== Segment start ==
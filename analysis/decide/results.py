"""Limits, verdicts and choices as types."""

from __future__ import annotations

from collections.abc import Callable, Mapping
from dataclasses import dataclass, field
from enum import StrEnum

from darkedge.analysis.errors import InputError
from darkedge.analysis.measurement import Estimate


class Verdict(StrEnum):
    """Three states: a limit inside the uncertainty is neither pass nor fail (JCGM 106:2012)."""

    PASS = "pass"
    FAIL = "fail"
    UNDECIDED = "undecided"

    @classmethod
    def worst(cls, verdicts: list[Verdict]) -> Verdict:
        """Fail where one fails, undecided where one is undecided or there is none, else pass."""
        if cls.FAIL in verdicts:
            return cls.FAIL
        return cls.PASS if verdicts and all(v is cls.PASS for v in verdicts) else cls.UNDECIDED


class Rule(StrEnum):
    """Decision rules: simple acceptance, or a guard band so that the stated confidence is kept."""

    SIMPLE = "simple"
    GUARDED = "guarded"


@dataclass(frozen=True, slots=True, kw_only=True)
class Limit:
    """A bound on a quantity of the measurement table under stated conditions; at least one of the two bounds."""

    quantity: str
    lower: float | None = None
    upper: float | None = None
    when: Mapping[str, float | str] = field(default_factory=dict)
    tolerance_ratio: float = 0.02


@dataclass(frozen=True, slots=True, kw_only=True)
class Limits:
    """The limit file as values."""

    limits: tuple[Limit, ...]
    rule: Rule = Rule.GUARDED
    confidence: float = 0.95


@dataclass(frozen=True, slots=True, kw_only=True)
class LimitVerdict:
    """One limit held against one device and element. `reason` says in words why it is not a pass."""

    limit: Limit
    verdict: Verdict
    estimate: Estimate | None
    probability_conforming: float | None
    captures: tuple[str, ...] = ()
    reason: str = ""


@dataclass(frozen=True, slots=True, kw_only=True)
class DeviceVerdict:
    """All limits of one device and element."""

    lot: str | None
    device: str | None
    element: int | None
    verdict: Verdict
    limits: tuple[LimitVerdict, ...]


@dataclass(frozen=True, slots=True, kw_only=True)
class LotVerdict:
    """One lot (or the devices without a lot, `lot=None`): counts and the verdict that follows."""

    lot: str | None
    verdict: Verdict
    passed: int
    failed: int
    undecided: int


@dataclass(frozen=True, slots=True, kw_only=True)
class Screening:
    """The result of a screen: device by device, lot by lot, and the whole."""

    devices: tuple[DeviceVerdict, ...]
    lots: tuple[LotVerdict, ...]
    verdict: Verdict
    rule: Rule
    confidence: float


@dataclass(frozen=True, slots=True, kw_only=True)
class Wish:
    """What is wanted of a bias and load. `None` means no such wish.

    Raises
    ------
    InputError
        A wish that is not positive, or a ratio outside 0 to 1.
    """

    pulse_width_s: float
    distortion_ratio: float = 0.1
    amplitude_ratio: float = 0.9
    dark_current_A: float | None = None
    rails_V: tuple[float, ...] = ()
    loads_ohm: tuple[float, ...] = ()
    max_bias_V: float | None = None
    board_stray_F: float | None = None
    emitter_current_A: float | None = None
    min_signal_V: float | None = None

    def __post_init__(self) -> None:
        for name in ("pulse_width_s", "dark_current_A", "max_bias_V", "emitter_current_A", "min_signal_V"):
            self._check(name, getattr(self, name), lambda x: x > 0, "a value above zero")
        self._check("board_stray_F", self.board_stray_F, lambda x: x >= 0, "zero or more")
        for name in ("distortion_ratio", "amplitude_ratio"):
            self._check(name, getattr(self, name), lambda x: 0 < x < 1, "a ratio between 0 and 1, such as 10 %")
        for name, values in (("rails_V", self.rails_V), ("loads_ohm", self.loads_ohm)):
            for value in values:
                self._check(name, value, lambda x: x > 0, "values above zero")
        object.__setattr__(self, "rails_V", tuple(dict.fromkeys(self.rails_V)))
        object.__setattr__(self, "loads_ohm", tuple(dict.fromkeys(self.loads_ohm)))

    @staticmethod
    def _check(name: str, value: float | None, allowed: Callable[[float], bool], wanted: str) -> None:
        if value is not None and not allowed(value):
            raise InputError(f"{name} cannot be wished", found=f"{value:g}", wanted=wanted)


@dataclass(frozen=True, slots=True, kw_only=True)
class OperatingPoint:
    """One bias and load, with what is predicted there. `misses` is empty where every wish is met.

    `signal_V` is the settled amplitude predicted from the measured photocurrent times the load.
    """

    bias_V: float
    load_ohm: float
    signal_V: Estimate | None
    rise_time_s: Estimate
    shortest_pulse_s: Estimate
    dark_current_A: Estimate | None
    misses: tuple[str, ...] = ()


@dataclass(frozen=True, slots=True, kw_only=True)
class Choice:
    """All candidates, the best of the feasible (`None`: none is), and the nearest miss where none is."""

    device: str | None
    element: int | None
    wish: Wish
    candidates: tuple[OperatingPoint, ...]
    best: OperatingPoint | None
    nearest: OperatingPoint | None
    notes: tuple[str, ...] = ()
== Segment end ==
→ **Task prompt**: An exact copy of every entry is the expected result.

→ **Task response**:
filename analysis/decide/results.py
"""Limits, verdicts and choices as types."""

from __future__ import annotations

from collections.abc import Callable, Mapping
from dataclasses import dataclass, field
from enum import StrEnum

from darkedge.analysis.errors import InputError
from darkedge.analysis.measurement import Estimate


class Verdict(StrEnum):
    """Three states: a limit inside the uncertainty is neither pass nor fail (JCGM 106:2012)."""

    PASS = "pass"
    FAIL = "fail"
    UNDECIDED = "undecided"

    @classmethod
    def worst(cls, verdicts: list[Verdict]) -> Verdict:
        """Fail where one fails, undecided where one is undecided or there is none, else pass."""
        if cls.FAIL in verdicts:
            return cls.FAIL
        return cls.PASS if verdicts and all(v is cls.PASS for v in verdicts) else cls.UNDECIDED


class Rule(StrEnum):
    """Decision rules: simple acceptance, or a guard band so that the stated confidence is kept."""

    SIMPLE = "simple"
    GUARDED = "guarded"


@dataclass(frozen=True, slots=True, kw_only=True)
class Limit:
    """A bound on a quantity of the measurement table under stated conditions; at least one of the two bounds."""

    quantity: str
    lower: float | None = None
    upper: float | None = None
    when: Mapping[str, float | str] = field(default_factory=dict)
    tolerance_ratio: float = 0.02


@dataclass(frozen=True, slots=True, kw_only=True)
class Limits:
    """The limit file as values."""

    limits: tuple[Limit, ...]
    rule: Rule = Rule.GUARDED
    confidence: float = 0.95


@dataclass(frozen=True, slots=True, kw_only=True)
class LimitVerdict:
    """One limit held against one device and element. `reason` says in words why it is not a pass."""

    limit: Limit
    verdict: Verdict
    estimate: Estimate | None
    probability_conforming: float | None
    captures: tuple[str, ...] = ()
    reason: str = ""


@dataclass(frozen=True, slots=True, kw_only=True)
class DeviceVerdict:
    """All limits of one device and element."""

    lot: str | None
    device: str | None
    element: int | None
    verdict: Verdict
    limits: tuple[LimitVerdict, ...]


@dataclass(frozen=True, slots=True, kw_only=True)
class LotVerdict:
    """One lot (or the devices without a lot, `lot=None`): counts and the verdict that follows."""

    lot: str | None
    verdict: Verdict
    passed: int
    failed: int
    undecided: int


@dataclass(frozen=True, slots=True, kw_only=True)
class Screening:
    """The result of a screen: device by device, lot by lot, and the whole."""

    devices: tuple[DeviceVerdict, ...]
    lots: tuple[LotVerdict, ...]
    verdict: Verdict
    rule: Rule
    confidence: float


@dataclass(frozen=True, slots=True, kw_only=True)
class Wish:
    """What is wanted of a bias and load. `None` means no such wish.

    Raises
    ------
    InputError
        A wish that is not positive, or a ratio outside 0 to 1.
    """

    pulse_width_s: float
    distortion_ratio: float = 0.1
    amplitude_ratio: float = 0.9
    dark_current_A: float | None = None
    rails_V: tuple[float, ...] = ()
    loads_ohm: tuple[float, ...] = ()
    max_bias_V: float | None = None
    board_stray_F: float | None = None
    emitter_current_A: float | None = None
    min_signal_V: float | None = None

    def __post_init__(self) -> None:
        for name in ("pulse_width_s", "dark_current_A", "max_bias_V", "emitter_current_A", "min_signal_V"):
            self._check(name, getattr(self, name), lambda x: x > 0, "a value above zero")
        self._check("board_stray_F", self.board_stray_F, lambda x: x >= 0, "zero or more")
        for name in ("distortion_ratio", "amplitude_ratio"):
            self._check(name, getattr(self, name), lambda x: 0 < x < 1, "a ratio between 0 and 1, such as 10 %")
        for name, values in (("rails_V", self.rails_V), ("loads_ohm", self.loads_ohm)):
            for value in values:
                self._check(name, value, lambda x: x > 0, "values above zero")
        object.__setattr__(self, "rails_V", tuple(dict.fromkeys(self.rails_V)))
        object.__setattr__(self, "loads_ohm", tuple(dict.fromkeys(self.loads_ohm)))

    @staticmethod
    def _check(name: str, value: float | None, allowed: Callable[[float], bool], wanted: str) -> None:
        if value is not None and not allowed(value):
            raise InputError(f"{name} cannot be wished", found=f"{value:g}", wanted=wanted)


@dataclass(frozen=True, slots=True, kw_only=True)
class OperatingPoint:
    """One bias and load, with what is predicted there. `misses` is empty where every wish is met.

    `signal_V` is the settled amplitude predicted from the measured photocurrent times the load.
    """

    bias_V: float
    load_ohm: float
    signal_V: Estimate | None
    rise_time_s: Estimate
    shortest_pulse_s: Estimate
    dark_current_A: Estimate | None
    misses: tuple[str, ...] = ()


@dataclass(frozen=True, slots=True, kw_only=True)
class Choice:
    """All candidates, the best of the feasible (`None`: none is), and the nearest miss where none is."""

    device: str | None
    element: int | None
    wish: Wish
    candidates: tuple[OperatingPoint, ...]
    best: OperatingPoint | None
    nearest: OperatingPoint | None
    notes: tuple[str, ...] = ()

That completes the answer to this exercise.